Picture this: You’re at a party with many people. Some are family, some are close friends, some are colleagues, some are friends of friends, some are school and college friends. There are all kinds of conversations going on. As it always happens, someone starts talking politics. Then someone finds the political chatter so abhorrent that they pick up a mic and announce that everyone present who supports X political party, should just shut up.
The better, classier, more constructive thing to do would be to either engage with the person you disagree with and try to understand, or extricate yourself from that conversation and move on.
Now, replace the party scenario with social media. You may not pick up the mic and shout literally, but many people see this kind of rude, aggressive, attention-seeking behaviour as perfectly kosher on Facebook, Instagram or Twitter.
I’ve lost count of the number of Facebook posts I’ve seen, especially in the last couple of months since the Citizenship (Amendment) Act protests took off, that say, “If you still support the BJP and Narendra Modi, please unfriend me now”, and frankly, I’m tired of it.
A bubble
There are two aspects to the act of unfriending, whether IRL (in real life) or online, that I find problematic. One is that sanitising one’s life/news feed/timeline to such an extent that it becomes an echo chamber is dangerous. Of course it’s tricky, because there are many factors that come into play here – how close you are to the other person, if you’ve tried to engage with them on politics in the past and failed, whether they have actually said anything problematic or just voted for a party you don’t like, and so on.
Maybe it’s a random college acquaintance, so you rationalise it as: “Well, we’re not even in touch except for birthdays, so why not just delete?” Maybe someone has repeatedly made remarks that displayed extreme bigotry.
But what if it’s neither? What if it’s your favourite uncle or your work bestie and what if they’re not saying anything hateful per se, but simply voicing their support for a party that they truly believe has done some good work, even if not in the same departments that you care about? What if they have the numbers to show for it, numbers that you, given your preference for an echo chamber, might not otherwise have seen? Would it not be worthwhile to understand why someone you love is politically so different from you? Would it not enhance your own understanding of India and the motivation of its people at the polling booth?

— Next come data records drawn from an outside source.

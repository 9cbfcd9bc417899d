// Browser end-to-end suite: `npm run test:e2e` (npm test runs it after the build).
// Starts its own database, fake SMTP and `next start` (tests/e2e/support/services.ts),
// runs tests/e2e/*.e2e.ts in name order (9N-… files last) with Debian's Chromium, prints one line per
// case and `N passed, N failed`; --report <file> also writes the counts as JSON;
// --grep <text> runs only the cases whose title contains the text.
import { readdirSync, writeFileSync, mkdirSync } from "node:fs";
import path from "node:path";
import { pathToFileURL } from "node:url";
import { chromium, type Browser } from "playwright-core";
import { runCase, takeRegistered, type CaseResult } from "./harness";
import { startServices, type Services } from "./support/services";

const ROOT = process.cwd();
const ARTIFACTS = path.join(ROOT, "tests/.artifacts/e2e");
const arg = (name: string) => {
  const i = process.argv.indexOf(name);
  return i >= 0 ? process.argv[i + 1] : undefined;
};
const reportFile = arg("--report");
const grep = arg("--grep");

const CHROMIUM = process.env.CHROMIUM_PATH ?? "/usr/bin/chromium";

let services: Services | undefined;
let browser: Browser | undefined;
let shuttingDown = false;

async function shutdown() {
  if (shuttingDown) return;
  shuttingDown = true;
  await browser?.close().catch(() => undefined);
  await services?.stopAll();
}

for (const sig of ["SIGINT", "SIGTERM"] as const) {
  process.on(sig, () => {
    console.error(`e2e: ${sig}, stopping the servers it started`);
    void shutdown().finally(() => process.exit(1));
  });
}

function writeReport(results: CaseResult[], setupError?: string) {
  const passed = results.filter((r) => r.ok).length;
  const failed = results.length - passed + (setupError ? 1 : 0);
  if (reportFile) {
    mkdirSync(path.dirname(reportFile), { recursive: true });
    writeFileSync(reportFile, JSON.stringify({ passed, failed, setupError, results }, null, 2));
  }
  return { passed, failed };
}

async function main() {
  mkdirSync(ARTIFACTS, { recursive: true });
  // Name order, except that files named 9N-… run after all others (the database outage is last).
  const late = (f: string) => (/^9\d-/.test(f) ? 1 : 0);
  const files = readdirSync(path.join(ROOT, "tests/e2e"))
    .filter((f) => f.endsWith(".e2e.ts"))
    .sort((a, b) => late(a) - late(b) || a.localeCompare(b));
  const results: CaseResult[] = [];
  const t0 = Date.now();
  try {
    console.log("e2e: starting a private MariaDB, the fake SMTP server and next start…");
    services = await startServices({ artifacts: ARTIFACTS });
    console.log(`e2e: app at ${services.baseURL}, database ${services.dbName}, mailbox ${services.mailboxDir}`);
    browser = await chromium.launch({
      executablePath: CHROMIUM,
      headless: true,
      args: ["--no-sandbox", "--disable-gpu", "--disable-quic", "--no-first-run", "--disable-background-networking", "--disable-component-update", "--disable-sync"],
    });
  } catch (err) {
    const msg = err instanceof Error ? err.message : String(err);
    console.error(`e2e: setup failed: ${msg}`);
    await shutdown();
    const { passed, failed } = writeReport(results, msg);
    console.log(`${passed} passed, ${failed} failed`);
    process.exitCode = 1;
    return;
  }

  const unique = Date.now().toString(36);
  for (const f of files) {
    await import(pathToFileURL(path.join(ROOT, "tests/e2e", f)).href);
    const cases = takeRegistered().filter((c) => !grep || c.title.includes(grep));
    if (!cases.length) continue;
    console.log(`\n${f}`);
    for (const c of cases) {
      const r = await runCase(c, f, { browser, services, artifacts: ARTIFACTS, unique });
      results.push(r);
      const secs = (r.ms / 1000).toFixed(1);
      if (r.ok) console.log(`  ✓ ${r.title} (${secs} s)`);
      else {
        console.log(`  ✗ ${r.title} (${secs} s)`);
        console.log(`    ${r.error?.split("\n").slice(0, 8).join("\n    ")}`);
        for (const s of r.screenshots ?? []) console.log(`    screenshot: ${path.relative(ROOT, s)}`);
      }
    }
  }
  await shutdown();
  const { passed, failed } = writeReport(results);
  console.log(`\ne2e: ${results.length} cases in ${((Date.now() - t0) / 1000).toFixed(0)} s; logs in ${path.relative(ROOT, ARTIFACTS)}/logs`);
  if (!results.length) {
    console.error("e2e: no test ran");
    process.exitCode = 1;
  }
  console.log(`${passed} passed, ${failed} failed`);
  if (failed) process.exitCode = 1;
}

await main();
process.exit(process.exitCode ?? 0);
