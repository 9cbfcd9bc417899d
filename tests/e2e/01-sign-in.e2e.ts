import assert from "node:assert/strict";
import { describe, test } from "./harness";
import { createUser, demoOrganisationId, DEMO_PROJECTS, DEMO_USERS } from "./support/fixtures";
import { expectVisible, fillSignIn, signIn, signInError } from "./support/pages";

describe("sign-in", () => {
  for (const user of DEMO_USERS) {
    test(`${user.role} signs in and sees the demo projects`, async ({ page, screenshot }) => {
      await signIn(page, user.email, user.password);
      await page.goto("/projects");
      for (const p of DEMO_PROJECTS) {
        await expectVisible(page.getByText(p.code, { exact: true }), `project ${p.code} in the list`);
      }
      await expectVisible(page.getByText(user.name), `the signed-in user's name (${user.name})`);
      if (user.role === "engineer") await screenshot("projects-list-engineer", page);
    });
  }

  test("a wrong password is refused with a message and no session", async ({ page, screenshot }) => {
    await page.goto("/login");
    await screenshot("sign-in", page);
    await fillSignIn(page, "viewer@wrenfield.example", "not-the-password");
    await expectVisible(signInError(page), "an error message on the sign-in page");
    assert.match(await signInError(page).innerText(), /e-?mail|password|incorrect|wrong|not match/i);
    assert.match(new URL(page.url()).pathname, /^\/login/);
    await screenshot("sign-in-refused", page);
    // Still signed out: a protected page sends the visitor back to sign-in.
    await page.goto("/projects");
    assert.match(new URL(page.url()).pathname, /^\/login/);
  });

  test("five failed attempts lock the e-mail, even against the right password", async ({ page, unique, screenshot }) => {
    const email = `throttle-${unique}@wrenfield.example`;
    const password = `right-password-${unique}`;
    await createUser(await demoOrganisationId(), email, password, "viewer", "Throttle Probe");
    for (let i = 1; i <= 5; i++) {
      await fillSignIn(page, email, `wrong-password-${i}`);
      await expectVisible(signInError(page), `the refusal of attempt ${i}`);
    }
    await fillSignIn(page, email, password);
    await expectVisible(page.getByText(/too many failed sign-ins/i), "the throttling message");
    assert.match(new URL(page.url()).pathname, /^\/login/);
    await screenshot("sign-in-throttled", page);
  });
});
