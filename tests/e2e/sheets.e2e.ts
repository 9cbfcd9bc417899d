import assert from "node:assert/strict";
import type { Page } from "playwright-core";
import { describe, test } from "./harness";
import { DEMO_PROJECTS, demoOrganisationId, demoUser, projectIdByCode } from "./support/fixtures";
import { readMailbox, type Mail } from "./support/mailbox";
import { expectHidden, expectVisible, signIn } from "./support/pages";

// The calculation-sheet workflow through the browser: create, live results, save,
// submit; the lead checks from the e-mail link and approves; a change starts revision B
// while A stays readable; a viewer reads without any control to change anything.

const CURRENT = /^Current ?\(A\)$/;

/** The headline temperature of a busbar rating, as shown in the results panel. */
async function temperatureText(page: Page): Promise<string> {
  const el = page.getByTestId("result-temperature");
  await el.waitFor({ state: "visible", timeout: 20_000 });
  return (await el.innerText()).trim();
}

/** Waits until the results panel says where its numbers come from ("live" or "saved") and is not computing. */
async function waitForResultSource(page: Page, source: "live" | "saved") {
  await page.locator(`[data-testid="result-source"][data-source="${source}"]:not([data-busy])`).waitFor({ state: "visible", timeout: 20_000 });
}

async function waitForSheetMail(dir: string, to: string, tag: string, timeoutMs = 30_000): Promise<Mail> {
  const deadline = Date.now() + timeoutMs;
  while (Date.now() < deadline) {
    const hit = (await readMailbox(dir)).find(
      (m) => (m.envelopeTo.some((a) => a.toLowerCase() === to.toLowerCase()) || m.to.toLowerCase().includes(to.toLowerCase())) && `${m.subject}\n${m.text}`.includes(tag),
    );
    if (hit) return hit;
    await new Promise((r) => setTimeout(r, 500));
  }
  throw new Error(`no mail about ${tag} to ${to} arrived within ${timeoutMs / 1000} s`);
}

describe("calculation sheets", () => {
  test(
    "engineer creates a busbar rating with live results, saves and submits; the lead approves from the e-mail; a change starts revision B; a viewer only reads",
    async ({ page, newPage, services, unique, screenshot }) => {
      const engineer = demoUser("engineer");
      const lead = demoUser("lead");
      const viewer = demoUser("viewer");
      const projectId = await projectIdByCode(await demoOrganisationId(), DEMO_PROJECTS[0].code);
      const tag = `BR-${unique}`.toUpperCase().slice(0, 40);

      // 1. The engineer adds a busbar rating sheet.
      await signIn(page, engineer.email, engineer.password);
      await page.goto(`/projects/${projectId}/sheets/new`);
      await page.getByRole("radio", { name: /busbar rating/i }).check();
      await page.getByRole("textbox", { name: "Tag", exact: true }).fill(tag);
      await page.getByRole("textbox", { name: "Title", exact: true }).fill("Main busbar MSB-1, 2 × 100 × 10 Cu");
      await page.getByRole("button", { name: /create sheet/i }).click();
      await page.waitForURL((url) => /^\/projects\/\d+\/sheets\/\d+$/.test(url.pathname), { timeout: 20_000 });
      const sheetPath = new URL(page.url()).pathname;
      await expectVisible(page.getByText(tag).first(), "the new sheet's tag");
      await expectVisible(page.getByTestId("revision-label").filter({ hasText: "Rev A" }), "revision A");

      // The stored (server) result shows first; its temperature is a number in °C.
      await waitForResultSource(page, "saved");
      const before = await temperatureText(page);
      assert.match(before, /^\d+(\.\d+)? °C$/, `a bar temperature in °C, got "${before}"`);
      await expectVisible(page.getByRole("note", { name: /caution/i }), "the caution beside the thermal result");

      // 2. Changing the current recomputes as the user types (in the worker), marked "live".
      const current = page.getByLabel(CURRENT);
      await current.fill("2600");
      await waitForResultSource(page, "live");
      const after = await temperatureText(page);
      assert.notEqual(after, before, "the temperature changes with the current");
      assert.ok(parseFloat(after) > parseFloat(before), `more current, hotter bars (${before} → ${after})`);
      await screenshot("sheet-busbar-live", page);

      // A value out of range is named with its allowed range, in the user's units.
      await page.getByLabel(/^Bar width ?\(mm\)$/).fill("900");
      await expectVisible(page.getByText(/Bar width must be from 3 to 400 mm/), "the bar width's range in mm");
      await page.getByLabel(/^Bar width ?\(mm\)$/).fill("100");

      // 3. Save: the server's result becomes the saved one.
      await page.getByRole("button", { name: /^save$/i }).click();
      await expectVisible(page.getByText(/saved revision a/i), "the saved message");
      await waitForResultSource(page, "saved");
      assert.equal(await temperatureText(page), after, "the saved result equals the live one for the same inputs");

      // 4. Submit for review.
      await page.getByRole("button", { name: /submit for review/i }).click();
      await expectVisible(page.locator('[data-status="in_review"]'), "the in-review status");
      await expectHidden(page.getByRole("button", { name: /^save$/i }), "a Save button while in review");

      // 5. The lead gets the e-mail, follows its link and approves.
      const mail = await waitForSheetMail(services.mailboxDir, lead.email, tag);
      const link = /https?:\/\/[^\s<>"]+\/projects\/\d+\/sheets\/\d+/.exec(mail.text)?.[0];
      assert.ok(link, `the review mail links to the sheet:\n${mail.text}`);
      assert.equal(new URL(link).pathname, sheetPath, "the link opens this sheet");
      const leadPage = await newPage();
      await signIn(leadPage, lead.email, lead.password);
      // The review queue lists it (fetched from the JSON route).
      await leadPage.goto("/review");
      await expectVisible(leadPage.getByRole("link", { name: tag }), "the sheet in the lead's review queue");
      await leadPage.goto(link);
      await expectVisible(leadPage.getByText(tag).first(), "the sheet from the mail link");
      await expectVisible(leadPage.getByTestId("result-temperature"), "the results for the checker");
      await leadPage.getByRole("button", { name: /check this revision/i }).click();
      await leadPage.getByRole("button", { name: /approve revision a/i }).click();
      await expectVisible(leadPage.locator('[data-status="approved"]'), "the approved status");
      await screenshot("sheet-approved-by-lead", leadPage);

      // 6. The engineer changes the approved sheet: revision B starts, A stays readable.
      await page.reload();
      await expectVisible(page.locator('[data-status="approved"]'), "the approved status for the engineer");
      assert.equal(await page.getByLabel(CURRENT).isDisabled(), true, "an approved revision is locked");
      await page.getByRole("button", { name: /start revision b/i }).click();
      await page.getByLabel(CURRENT).fill("2400");
      await waitForResultSource(page, "live");
      await page.getByRole("button", { name: /save as revision b/i }).click();
      await expectVisible(page.getByTestId("revision-label").filter({ hasText: "Rev B" }), "revision B");
      await expectVisible(page.locator('[data-status="draft"]').first(), "revision B as a draft");
      const revA = page.getByRole("navigation", { name: "Revisions" }).getByRole("link", { name: /rev a/i });
      await expectVisible(revA, "a link to revision A");
      await revA.click();
      await page.waitForURL(/[?&]rev=0/);
      await expectVisible(page.getByTestId("revision-label").filter({ hasText: "Rev A" }), "revision A still readable");
      await expectVisible(page.getByText(/kept read-only/i), "the read-only note on revision A");
      assert.equal(await page.getByLabel(CURRENT).inputValue(), "2600", "revision A keeps its inputs");
      assert.equal(await page.getByLabel(CURRENT).isDisabled(), true, "revision A cannot be edited");

      // The revisions page shows the changed current A → B.
      await page.goto(`${sheetPath}/revisions`);
      await expectVisible(page.locator('[data-change="current_A"]'), "the changed current in the comparison");

      // The engineer's own list has it, at revision B.
      await page.goto("/my-sheets");
      const mine = page.locator(`[data-sheet="${tag}"]`);
      await expectVisible(mine, "the sheet in My sheets");
      assert.match(await mine.innerText(), /\bB\s*\(in force: A\)/, "My sheets shows revision B with A in force");

      // 7. A viewer reads everything and changes nothing.
      const viewerPage = await newPage();
      await signIn(viewerPage, viewer.email, viewer.password);
      await viewerPage.goto(sheetPath);
      await expectVisible(viewerPage.getByTestId("result-source"), "the results for a viewer");
      assert.equal(await viewerPage.getByLabel(CURRENT).isDisabled(), true, "the viewer's form is disabled");
      for (const name of [/^save/i, /submit for review/i, /start revision/i, /check this revision/i, /withdraw/i]) {
        await expectHidden(viewerPage.getByRole("button", { name }), `a ${String(name)} button for a viewer`);
      }
      await screenshot("sheet-viewer", viewerPage);
    },
    { timeoutMs: 180_000 },
  );

  test(
    "every sheet kind starts from the project's defaults with a result; a sizing pick opens a busbar rating; an enclosure budget takes its loss",
    async ({ page, unique, screenshot }) => {
      const engineer = demoUser("engineer");
      const projectId = await projectIdByCode(await demoOrganisationId(), DEMO_PROJECTS[0].code);
      await signIn(page, engineer.email, engineer.password);
      const kinds: [string, RegExp][] = [
        ["voltage-drop", /feeder voltage drop/i],
        ["fault-withstand", /fault withstand/i],
        ["parallel-sharing", /parallel sharing/i],
        ["busbar-sizing", /busbar sizing/i],
        ["enclosure-heat", /enclosure heat budget/i],
      ];
      const paths: Record<string, string> = {};
      for (const [kind, name] of kinds) {
        await page.goto(`/projects/${projectId}/sheets/new?kind=${kind}`);
        await page.getByRole("radio", { name }).check();
        await page.getByRole("textbox", { name: "Tag", exact: true }).fill(`${kind.slice(0, 6)}-${unique}`.toUpperCase());
        await page.getByRole("button", { name: /create sheet/i }).click();
        await page.waitForURL((url) => /^\/projects\/\d+\/sheets\/\d+$/.test(url.pathname), { timeout: 20_000 });
        paths[kind] = new URL(page.url()).pathname;
        await waitForResultSource(page, "saved");
        await expectVisible(page.locator(`[data-results="${kind}"]`), `the ${kind} results`);
        await expectVisible(page.getByRole("note", { name: /caution/i }), `the caution on ${kind}`);
        await screenshot(`sheet-${kind}`, page);
      }

      // Voltage drop: a longer route gives a larger drop, live.
      await page.goto(paths["voltage-drop"]!);
      await waitForResultSource(page, "saved");
      const drop = page.getByTestId("result-drop-percent");
      const before = parseFloat(await drop.innerText());
      await page.getByLabel(/^Route length ?\(m\)$/).fill("150");
      await waitForResultSource(page, "live");
      assert.ok(parseFloat(await drop.innerText()) > before, "a longer feeder drops more voltage");

      // Two tabs on the same sheet: the second save meets the first one's version → conflict, then Reload.
      const other = await page.context().newPage();
      await other.goto(paths["voltage-drop"]!);
      await waitForResultSource(other, "saved");
      await page.getByRole("button", { name: /^save$/i }).click();
      await expectVisible(page.getByText(/saved revision a/i), "the first tab's save");
      await other.getByLabel(/^Load current ?\(A\)$/).fill("120");
      await other.getByRole("button", { name: /^save$/i }).click();
      await expectVisible(other.getByText(/someone else saved this sheet first/i), "the conflict banner");
      await screenshot("sheet-conflict", other);
      await other.getByRole("button", { name: /^reload$/i }).click();
      await waitForResultSource(other, "saved");
      assert.equal(await other.getByLabel(/^Route length ?\(m\)$/).inputValue(), "150", "after Reload the other tab's saved length shows");
      await other.close();

      // Busbar sizing: pick the first passing arrangement → a new busbar rating sheet.
      await page.goto(paths["busbar-sizing"]!);
      await waitForResultSource(page, "saved");
      await page.getByRole("button", { name: /rate this arrangement/i }).first().click();
      const dialog = page.getByRole("dialog");
      const ratingTag = `BRS-${unique}`.toUpperCase();
      await dialog.getByRole("textbox", { name: "Tag", exact: true }).fill(ratingTag);
      await dialog.getByRole("button", { name: /create busbar rating/i }).click();
      await page.waitForURL((url) => /^\/projects\/\d+\/sheets\/\d+$/.test(url.pathname) && url.pathname !== paths["busbar-sizing"], { timeout: 20_000 });
      await waitForResultSource(page, "saved");
      await expectVisible(page.getByTestId("result-temperature"), "the picked arrangement's rating");

      // Enclosure heat: the busbar rating's W/m × length becomes a loss row marked with its sheet.
      await page.goto(paths["enclosure-heat"]!);
      await waitForResultSource(page, "saved");
      const source = page.getByRole("listitem").filter({ hasText: ratingTag });
      await source.getByRole("textbox").fill("2");
      await source.getByRole("button", { name: new RegExp(`add ${ratingTag}`, "i") }).click();
      await expectVisible(page.getByText(/from sheet/i), "the loss row's source sheet");
      await waitForResultSource(page, "live");
      await expectVisible(page.getByRole("table", { name: /losses by source/i }).getByText(ratingTag), "the loss by source");
      assert.ok(parseFloat(await page.getByTestId("result-total-loss").innerText()) > 0, "the busbar loss counts");
      await page.getByRole("button", { name: /^save$/i }).click();
      await expectVisible(page.getByText(/saved revision a/i), "the saved budget");
      await screenshot("sheet-enclosure-heat-with-busbar", page);
    },
    { timeoutMs: 180_000 },
  );
});
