using Hull.Core.Thermo;
using Hull.Core.Thermo.Gases;
using Hull.Core.Windows;
using Hull.Protos.V1;
using Hull.Server.Errors;
using CoreGasCondition = Hull.Core.Windows.GasCondition;
using WireGasCondition = Hull.Protos.V1.GasCondition;

namespace Hull.Server.Mapping;

/// <summary>Gas conditions of window calls: (T, p) of a gas as a fixed potential, and vertices' Δμ as (T, p).</summary>
public static class WindowGasMapping
{
    /// <summary>How the request wants gas elements' potentials shown (neither set: not at all).</summary>
    public sealed record Display(double? AtTemperatureK, double? AtPressureBar)
    {
        public static Display None { get; } = new(null, null);
    }

    /// <exception cref="Grpc.Core.RpcException">A pressure that is not a positive number, a temperature that is not finite.</exception>
    public static Display DisplayOf(WindowSettings? settings)
    {
        if (settings is null) return Display.None;
        double? t = settings.HasGasAtTemperatureK ? settings.GasAtTemperatureK : null;
        double? p = settings.HasGasAtPressureBar ? settings.GasAtPressureBar : null;
        if (t is double tk && !(double.IsFinite(tk) && tk > 0)) throw RpcErrors.InvalidArgument("settings.gas_at_temperature_k", $"the temperature must be a positive number of K, not {tk}");
        if (p is double pb && !(double.IsFinite(pb) && pb > 0)) throw RpcErrors.InvalidArgument("settings.gas_at_pressure_bar", $"the pressure must be a positive number of bar, not {pb}");
        return new Display(t, p);
    }

    /// <summary>
    /// Adds each gas's Δμ at its (T, p) to <paramref name="into"/> (element → Δμ, eV).
    /// </summary>
    /// <exception cref="Grpc.Core.RpcException">An unknown gas, a temperature outside its table, a bad pressure, an element fixed twice.</exception>
    public static void AddFixed(IReadOnlyList<GasPotential> gases, string field, IDictionary<string, double> into)
    {
        for (int i = 0; i < gases.Count; i++)
        {
            GasPotential g = gases[i];
            if (!GasTables.TryGet(g.Gas, out GasSpecies species))
            {
                throw RpcErrors.InvalidArgument($"{field}[{i}].gas", $"'{g.Gas}' is not a gas with tables here; choose one of {string.Join(", ", GasTables.All.Select(s => s.Formula))}");
            }

            if (!double.IsFinite(g.PressureBar) || g.PressureBar <= 0)
            {
                throw RpcErrors.InvalidArgument($"{field}[{i}].pressure_bar", $"the pressure of {species.Formula} must be a positive number of bar, not {g.PressureBar}");
            }

            double deltaMu;
            try
            {
                deltaMu = WindowGasConditions.DeltaMu(species, g.TemperatureK, g.PressureBar);
            }
            catch (ThermoInputException e)
            {
                throw RpcErrors.InvalidArgument($"{field}[{i}].temperature_k", e.Message);
            }

            if (!into.TryAdd(species.Element, deltaMu))
            {
                throw RpcErrors.InvalidArgument($"{field}[{i}].gas", $"{species.Element} is fixed twice (by a potential and by {species.Formula}, or by two gases)");
            }
        }
    }

    /// <summary>The gas conditions of one vertex, as the display asks.</summary>
    /// <exception cref="Grpc.Core.RpcException">The display's temperature lies outside a gas's table.</exception>
    public static IEnumerable<WireGasCondition> ToWire(IReadOnlyList<string> elements, IReadOnlyList<double> potentials, Display display)
    {
        IReadOnlyList<CoreGasCondition> conditions;
        try
        {
            conditions = WindowGasConditions.At(elements, potentials, display.AtTemperatureK, display.AtPressureBar);
        }
        catch (ThermoInputException e)
        {
            throw RpcErrors.InvalidArgument("settings.gas_at_temperature_k", e.Message);
        }

        foreach (CoreGasCondition c in conditions)
        {
            var wire = new WireGasCondition { Element = c.Element, Gas = c.Gas, DeltaMuEv = c.DeltaMuEvPerAtom };
            if (c.Pressure is { } p)
            {
                wire.PressureBar = p.PressureBar;
                wire.Log10PressureBar = p.Log10PressureBar;
            }

            if (c.Temperature is { } t)
            {
                if (t.IsConverged) wire.TemperatureK = t.TemperatureK;
                wire.TemperatureStatus = StatusToken(t.Status);
            }

            yield return wire;
        }
    }

    private static string StatusToken(TemperatureSolveStatus status) => status switch
    {
        TemperatureSolveStatus.Converged => "converged",
        TemperatureSolveStatus.NoSignChangeInRange => "no_sign_change_in_range",
        TemperatureSolveStatus.NonFiniteValue => "non_finite_value",
        _ => "step_limit_reached",
    };
}
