using Hull.Core.Tests.Generators;
using Hull.Core.Tests.References;
using Hull.Core.Thermo;
using Hull.Core.Thermo.Uncertainty;

namespace Hull.Core.Tests.Thermo.Uncertainty;

/// <summary>
/// The per-sample local programs (each composition's program over the points near its plain plane, with the bound
/// that covers the rest) against the plain way (each sample's hull built over its kept points and read), sample by
/// sample with the same draws, on degenerate data (lattice compositions, equal-energy twins, points exactly on the
/// planes of others, coplanar sets, errors of zero on some entries); and both against SciPy's HiGHS LP (Debian
/// python3-scipy) at every entry's composition for some of the samples.
/// </summary>
public sealed class LocalProgramsTests
{
    private static readonly string[] Symbols = ["Li", "Co", "Mn", "Ni", "O", "Fe"];

    [Theory]
    [InlineData(3, 160, 301)]
    [InlineData(4, 200, 302)]
    [InlineData(5, 220, 303)]
    [InlineData(6, 240, 304)]
    public void Every_sample_reads_the_same_as_the_hull_built_over_its_kept_points(int components, int points, int seed)
    {
        PointSet set = DegenerateDataGenerator.Generate(components, points, seed);
        PhaseEntry[] entries = set.AsFormationEntries(Symbols[..components], i => $"p{i:000}");
        SystemHull plain = SystemHull.OverElements(entries);
        // Some entries without error keep exact ties and planes in every sample; a third share a group's error.
        var uncertainties = entries.Select((e, k) => new EnergyUncertainty(
            e.Id, k % 5 == 0 ? 0.0 : 0.005 * (1 + k % 4), k % 3 == 0 ? "g" : null)).ToArray();
        CorrelationGroup[] groups = [new("g", 0.01)];
        const int samples = 60;
        const ulong drawSeed = 77;

        SamplingSetup local = SamplingSetup.Prepare(plain, uncertainties, groups, rebuildAll: false, localPrograms: true);
        SamplingSetup built = SamplingSetup.Prepare(plain, uncertainties, groups, rebuildAll: false, localPrograms: false);
        Assert.NotNull(local.Local);
        Assert.Null(built.Local);
        var fast = new SampleTally(local.EntryPoints.Length);
        var reference = new SampleTally(built.EntryPoints.Length);
        fast.Run(local, drawSeed, 0, samples, threads: 2, CancellationToken.None);
        reference.Run(built, drawSeed, 0, samples, threads: 1, CancellationToken.None);

        int differentDecompositions = 0;
        for (int s = 0; s < samples; s++)
        {
            Assert.Equal(reference.StableSet(s), fast.StableSet(s));
            for (int e = 0; e < local.EntryPoints.Length; e++)
            {
                var a = fast.Reading(e, s);
                var b = reference.Reading(e, s);
                string where = $"{components} components, sample {s}, point {local.EntryPoints[e]}";
                Assert.True(a.IsVertex == b.IsVertex, $"{where}: vertex {a.IsVertex} against {b.IsVertex}");
                Assert.True(Math.Abs(a.AboveEvPerAtom - b.AboveEvPerAtom) <= 1e-9, $"{where}: above {a.AboveEvPerAtom} against {b.AboveEvPerAtom}");
                if (!a.Products.AsSpan().SequenceEqual(b.Products)) differentDecompositions++;
            }
        }

        Assert.Equal(0, differentDecompositions);

        // Both against the LP at every entry's composition, over every point at the sample's energies.
        var amounts = Enumerable.Range(0, plain.PointCount).Select(i => plain.PointAt(i).Amounts).ToArray();
        foreach (int s in new[] { 0, 17, 41 })
        {
            (_, double[] energy) = StabilitySampling.Draw(local, drawSeed, s);
            var queries = local.EntryPoints.Select(i => local.Fractions[i]).ToArray();
            IReadOnlyList<HullLpAnswer> answers = ScipyLpRunner.Solve(new HullLpProblem(amounts, energy, queries));
            for (int e = 0; e < local.EntryPoints.Length; e++)
            {
                int i = local.EntryPoints[e];
                double hull = energy[i] - fast.Reading(e, s).AboveEvPerAtom;
                Assert.True(Math.Abs(hull - answers[e].HullEnergyEvPerAtom) <= 1e-7,
                    $"{components} components, sample {s}, point {i}: hull energy {hull}, SciPy HiGHS {answers[e].HullEnergyEvPerAtom}");
            }
        }
    }
}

There can be many reasons why someone votes a certain way, but painting every BJP voter and Modi fan as a bigot who needs to be ‘cancelled’ seems counterproductive. This limitation of ‘liberals’ has clearly been proven in the last two Lok Sabha elections.
Just do it, without virtue-signalling
The second problem with unfriending is the performative virtue-signalling, which is very much an online problem. If, for whatever reason, you have decided that you would like to unfriend people based on their politics, then just go ahead and do it. What is the need to write a social media post telling them to unfriend you? They don’t seem to have a problem with your divergent views being on their news feed, but somehow you become the liberal darling because 73 people liked/loved your post and a dozen even shared it (they couldn’t even be bothered to write their own breakup note).
I asked someone close to me, who had recently asked pro-BJP people to unfriend her on Facebook, why she felt it was okay to put the onus of unfriending on other people. Her response was that she did not know exactly who on her friend list was pro-BJP and that she didn’t have the time to find out and delete multiple people, and that she was making it easy for them. To me, though, it came across as the opposite – when you do this, you’re making it easy for yourself. If you don’t even have the time to find out who the other person is, much less why they vote the way they do, but you want them out of your life, aren’t you doing liberalism a massive disservice? It gets enough flak in India as it is.
No one is born woke, just like no one is born a bigot. Everyone is learning, most people are trying. But the problem with so many liberals (and I count myself as a liberal too) is that in trying to out-woke and out-liberal each other, we are ending up with a fragmented liberalism that has no room for anyone who doesn’t have exactly the same views. And it is precisely this fragmentation that makes it so easy for the other side to exploit the cracks and push liberalism to the losing side.